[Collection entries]

Content starts

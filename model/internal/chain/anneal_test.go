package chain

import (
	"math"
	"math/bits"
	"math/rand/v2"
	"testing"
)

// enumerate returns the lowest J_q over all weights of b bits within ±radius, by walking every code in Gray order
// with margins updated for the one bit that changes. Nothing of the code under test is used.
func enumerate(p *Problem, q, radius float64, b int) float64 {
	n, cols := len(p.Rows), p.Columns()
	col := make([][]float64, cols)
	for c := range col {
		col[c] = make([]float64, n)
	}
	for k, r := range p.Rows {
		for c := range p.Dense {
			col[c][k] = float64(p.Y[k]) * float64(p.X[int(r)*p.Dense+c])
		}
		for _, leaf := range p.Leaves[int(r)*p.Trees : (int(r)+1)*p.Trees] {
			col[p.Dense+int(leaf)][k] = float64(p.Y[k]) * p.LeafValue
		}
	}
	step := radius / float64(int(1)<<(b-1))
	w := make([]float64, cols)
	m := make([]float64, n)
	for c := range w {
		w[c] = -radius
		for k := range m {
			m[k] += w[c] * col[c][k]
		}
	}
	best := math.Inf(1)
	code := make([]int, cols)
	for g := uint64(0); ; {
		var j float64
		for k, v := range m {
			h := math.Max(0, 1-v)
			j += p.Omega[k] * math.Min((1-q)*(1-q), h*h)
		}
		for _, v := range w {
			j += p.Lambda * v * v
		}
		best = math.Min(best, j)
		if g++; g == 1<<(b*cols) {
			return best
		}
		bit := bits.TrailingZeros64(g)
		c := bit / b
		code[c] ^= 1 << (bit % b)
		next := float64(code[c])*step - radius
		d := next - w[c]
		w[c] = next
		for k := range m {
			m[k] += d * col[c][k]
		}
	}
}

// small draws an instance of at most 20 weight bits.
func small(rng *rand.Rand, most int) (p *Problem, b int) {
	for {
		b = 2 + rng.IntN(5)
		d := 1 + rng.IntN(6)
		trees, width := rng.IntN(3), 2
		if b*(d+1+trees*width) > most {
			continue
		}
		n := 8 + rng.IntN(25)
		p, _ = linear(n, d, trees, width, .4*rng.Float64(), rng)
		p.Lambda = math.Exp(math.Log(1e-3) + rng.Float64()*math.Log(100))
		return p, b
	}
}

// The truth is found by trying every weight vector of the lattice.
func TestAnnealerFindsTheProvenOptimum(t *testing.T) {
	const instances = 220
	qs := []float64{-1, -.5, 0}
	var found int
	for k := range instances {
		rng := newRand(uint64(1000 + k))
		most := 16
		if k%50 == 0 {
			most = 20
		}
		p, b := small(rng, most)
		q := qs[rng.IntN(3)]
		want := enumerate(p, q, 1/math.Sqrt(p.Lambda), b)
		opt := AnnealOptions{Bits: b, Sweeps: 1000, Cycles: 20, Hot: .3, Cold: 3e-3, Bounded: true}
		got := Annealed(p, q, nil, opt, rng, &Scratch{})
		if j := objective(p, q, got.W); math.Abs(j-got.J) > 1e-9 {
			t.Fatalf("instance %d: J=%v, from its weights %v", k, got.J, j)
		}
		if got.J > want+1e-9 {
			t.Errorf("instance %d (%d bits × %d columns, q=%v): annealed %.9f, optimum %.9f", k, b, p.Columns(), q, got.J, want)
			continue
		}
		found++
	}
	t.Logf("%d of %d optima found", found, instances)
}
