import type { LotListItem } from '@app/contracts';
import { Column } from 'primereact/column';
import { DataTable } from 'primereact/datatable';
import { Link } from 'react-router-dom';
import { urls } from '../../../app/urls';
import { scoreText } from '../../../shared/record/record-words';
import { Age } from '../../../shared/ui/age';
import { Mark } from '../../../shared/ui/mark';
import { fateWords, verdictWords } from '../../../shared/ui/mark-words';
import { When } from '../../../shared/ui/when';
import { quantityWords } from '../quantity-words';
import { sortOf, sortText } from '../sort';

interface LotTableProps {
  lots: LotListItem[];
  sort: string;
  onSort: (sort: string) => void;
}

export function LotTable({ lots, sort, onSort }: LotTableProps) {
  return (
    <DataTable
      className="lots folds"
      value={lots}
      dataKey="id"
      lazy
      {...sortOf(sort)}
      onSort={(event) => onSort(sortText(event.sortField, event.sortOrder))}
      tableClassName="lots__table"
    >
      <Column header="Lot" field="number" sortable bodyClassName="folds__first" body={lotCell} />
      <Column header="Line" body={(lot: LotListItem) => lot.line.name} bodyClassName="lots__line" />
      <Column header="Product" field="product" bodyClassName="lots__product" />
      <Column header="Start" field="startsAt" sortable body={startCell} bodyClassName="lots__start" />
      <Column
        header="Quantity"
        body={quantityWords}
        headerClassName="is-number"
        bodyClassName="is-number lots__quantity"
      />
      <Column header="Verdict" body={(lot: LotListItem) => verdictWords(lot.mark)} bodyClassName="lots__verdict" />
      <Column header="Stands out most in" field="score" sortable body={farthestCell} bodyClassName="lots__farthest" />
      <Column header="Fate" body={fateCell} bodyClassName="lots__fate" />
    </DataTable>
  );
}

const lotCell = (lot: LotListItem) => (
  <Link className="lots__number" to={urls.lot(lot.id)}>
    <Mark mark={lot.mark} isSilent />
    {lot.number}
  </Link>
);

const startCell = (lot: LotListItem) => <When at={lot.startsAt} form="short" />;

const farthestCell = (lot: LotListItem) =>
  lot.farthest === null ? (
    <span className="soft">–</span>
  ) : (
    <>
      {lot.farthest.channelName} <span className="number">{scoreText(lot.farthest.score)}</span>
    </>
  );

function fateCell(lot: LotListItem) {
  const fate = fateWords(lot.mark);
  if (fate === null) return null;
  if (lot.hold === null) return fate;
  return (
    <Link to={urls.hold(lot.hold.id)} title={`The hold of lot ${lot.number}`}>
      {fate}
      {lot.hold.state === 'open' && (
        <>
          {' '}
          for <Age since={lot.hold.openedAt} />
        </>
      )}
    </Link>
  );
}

Content ends

__TRY IT__. Transcribe the entries above word for word, from the first line through the line containing "step := radius / float64(int(1)<<(b-1))", and nothing else.

__TASK ANSWER__.
filename model/internal/chain/anneal_test.go
package chain

import (
	"math"
	"math/bits"
	"math/rand/v2"
	"testing"
)

// enumerate returns the lowest J_q over all weights of b bits within ±radius, by walking every code in Gray order
// with margins updated for the one bit that changes. Nothing of the code under test is used.
func enumerate(p *Problem, q, radius float64, b int) float64 {
	n, cols := len(p.Rows), p.Columns()
	col := make([][]float64, cols)
	for c := range col {
		col[c] = make([]float64, n)
	}
	for k, r := range p.Rows {
		for c := range p.Dense {
			col[c][k] = float64(p.Y[k]) * float64(p.X[int(r)*p.Dense+c])
		}
		for _, leaf := range p.Leaves[int(r)*p.Trees : (int(r)+1)*p.Trees] {
			col[p.Dense+int(leaf)][k] = float64(p.Y[k]) * p.LeafValue
		}
	}
	step := radius / float64(int(1)<<(b-1))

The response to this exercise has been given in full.